Thursday, 11 April 2013
Requejo de Sanabria
This is one of those place names we find it impossible to pronounce, as the receptionist at the Parador made clear to me this morning. I had an eerily comfortable night there, a complete contrast to "normal" life on the Camino. The breakfast buffet would have been sufficient to feed every pilgrim walking the Via de la Plata from Seville to Santiago at the present time, I´d guess.
As I prepared to launch forth with my rucksack, the rain, which had looked intermittent from my balcony, started to pour down with a vengeance, and there seemed to be no wind to blow the cloud along as in previous days. So, heeding the various health experts I´d consulted about my leg - I always enjoy that phrase you read, "He´s been advised by his doctors..." - I decided to give myself a further rest day, and caught a taxi the 11kms. here this morning. En route, I saw, battling through the rain, the Australian with whom I´ve walked from time to time since Zamora, so we stopped and gave her a lift too. (She thought she was about to be abducted.)

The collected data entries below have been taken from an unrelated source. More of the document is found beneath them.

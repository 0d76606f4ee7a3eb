"""Tests of sweepaudit.methods.overfitting (the diagnosis rule read off a CSCV result).

Internal consistency only: the rule is our own (docs/overfitting_rule.md); its cases are checked on
seeded synthetic sweeps like those of ``benchmarks/overfitting_rule_study.py`` and at its exact
thresholds; the strength threshold against scipy's normal quantile.
"""

from __future__ import annotations

import dataclasses

import numpy as np
import pytest
from scipy import stats

from sweepaudit.errors import InputError
from sweepaudit.methods.cscv import cscv
from sweepaudit.methods.overfitting import overfitting_diagnosis


def _sweep(kind: str, rng: np.random.Generator) -> np.ndarray:
    """Synthetic sweeps as in benchmarks/overfitting_rule_study.py (T = 1000, N = 20)."""
    noise = rng.standard_normal((1000, 20))
    if kind == "noise":
        return noise
    if kind == "edge":
        noise[:, 0] += 0.15
        return noise
    if kind == "plateau":
        return 0.10 + np.sqrt(0.5) * rng.standard_normal((1000, 1)) + np.sqrt(0.5) * noise
    start = rng.integers(0, 940)  # lucky: one stretch of 60 windows, a bleed elsewhere
    noise[:, 0] -= 0.03
    noise[start:start + 60, 0] += 1.53
    return noise


@pytest.mark.parametrize(
    ("kind", "case", "at_least"),
    [("noise", "no_edge", 4), ("edge", "robust", 4), ("plateau", "shared_edge", 3),
     ("lucky", "overfit", 2)],
)
def test_diagnosis_cases_on_synthetic_sweeps(kind, case, at_least):
    """Five seeded sweeps of each kind; the expected case for most of them (the simulation study
    gives the rates: about 94% no_edge, 97% robust, 84% shared_edge, 74% overfit). Plateau sweeps
    that are not 'shared_edge' must still pass as 'robust'; noise and lucky sweeps must fail."""
    rng = np.random.default_rng(["noise", "edge", "plateau", "lucky"].index(kind) + 1000)
    diagnoses = [overfitting_diagnosis(cscv(_sweep(kind, rng))) for _ in range(5)]
    assert sum(d.case == case for d in diagnoses) >= at_least
    if kind in ("edge", "plateau"):
        assert sum(d.passed for d in diagnoses) >= 4
    else:
        assert sum(d.passed for d in diagnoses) <= 1


def test_diagnosis_rule_at_its_thresholds():
    """The rule as documented in docs/overfitting_rule.md, at the exact boundaries."""
    rng = np.random.default_rng(1)
    base = cscv(rng.standard_normal((160, 10)), partitions=8)
    c = base.combinations

    def diagnose(pbo, loss, strong_share, **thresholds):
        t = np.where(np.arange(c) < round(strong_share * c), 10.0, 0.0)
        fake = dataclasses.replace(base, probability_of_overfitting=pbo, probability_of_loss=loss,
                                   in_sample_t_statistic=t)
        return overfitting_diagnosis(fake, **thresholds)

    assert diagnose(0.25, 0.2, 0.0).case == "robust"
    assert diagnose(0.26, 0.2, 0.0).case == "shared_edge"
    assert diagnose(0.9, 0.0, 1.0).passed
    failed = diagnose(0.1, 0.21, 0.0)
    assert (failed.case, failed.passed) == ("no_edge", False)
    assert diagnose(0.5, 0.5, 10 / 70).case == "no_edge"
    assert diagnose(0.5, 0.5, 11 / 70).case == "overfit"
    assert diagnose(0.5, 0.5, 0.5, min_strength_share=0.6).case == "no_edge"
    assert diagnose(0.5, 0.3, 0.0, max_probability_of_loss=0.3).case == "shared_edge"
    d = diagnose(0.1, 0.1, 0.0)
    assert d.strength_threshold == pytest.approx(stats.norm.ppf(0.95 ** (1 / 10)))
    assert "loses money out of sample with probability 0.100 (at most 0.200 allowed)" in d.reason


def test_diagnosis_errors():
    with pytest.raises(InputError, match="result must be a CscvResult from cscv\\(\\); got dict"):
        overfitting_diagnosis({})
    result = cscv(np.random.default_rng(0).standard_normal((64, 3)), partitions=4)
    with pytest.raises(InputError, match=r"max_probability_of_loss must be a number in \[0, 1\]; "
                                         r"got 1.5"):
        overfitting_diagnosis(result, max_probability_of_loss=1.5)


@pytest.mark.slow
def test_diagnosis_case_rates_on_synthetic_sweeps():
    """Rates over 40 sweeps of each kind, with margin below those of the simulation study."""
    floors = {"noise": ("no_edge", 0.8), "edge": ("robust", 0.85), "plateau": ("shared_edge", 0.65),
              "lucky": ("overfit", 0.55)}
    for k, (kind, (case, floor)) in enumerate(floors.items()):
        rng = np.random.default_rng(2000 + k)
        diagnoses = [overfitting_diagnosis(cscv(_sweep(kind, rng))) for _ in range(40)]
        assert np.mean([d.case == case for d in diagnoses]) >= floor
        passed = np.mean([d.passed for d in diagnoses])
        assert passed >= 0.9 if kind in ("edge", "plateau") else passed <= 0.12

The economy of Requejo must have benefitted considerably from the work on the new Madrid-Vigo AVE line: you can see the enormous tunnel entrance in course of construction over to the left of the village. For lunch, alongside a dozen railway workers in their yellow jackets, I had Caldo Gallego for the first time, a rather delicious soup, followed by trout cooked with bits of ham - as tasty as anything provided yesterday by the Parador, at less than a fifth of the price.
Tomorrow, it´s a total of 19kms. to Lubian, with a climb of 320m over the 10kms. to the (1360m) pass at the Portillo de Padornelo. Because of the AVE works and the rain, we are advised to walk on the road - comparatively boring, but then the scenery is magnificent and there is next to no traffic.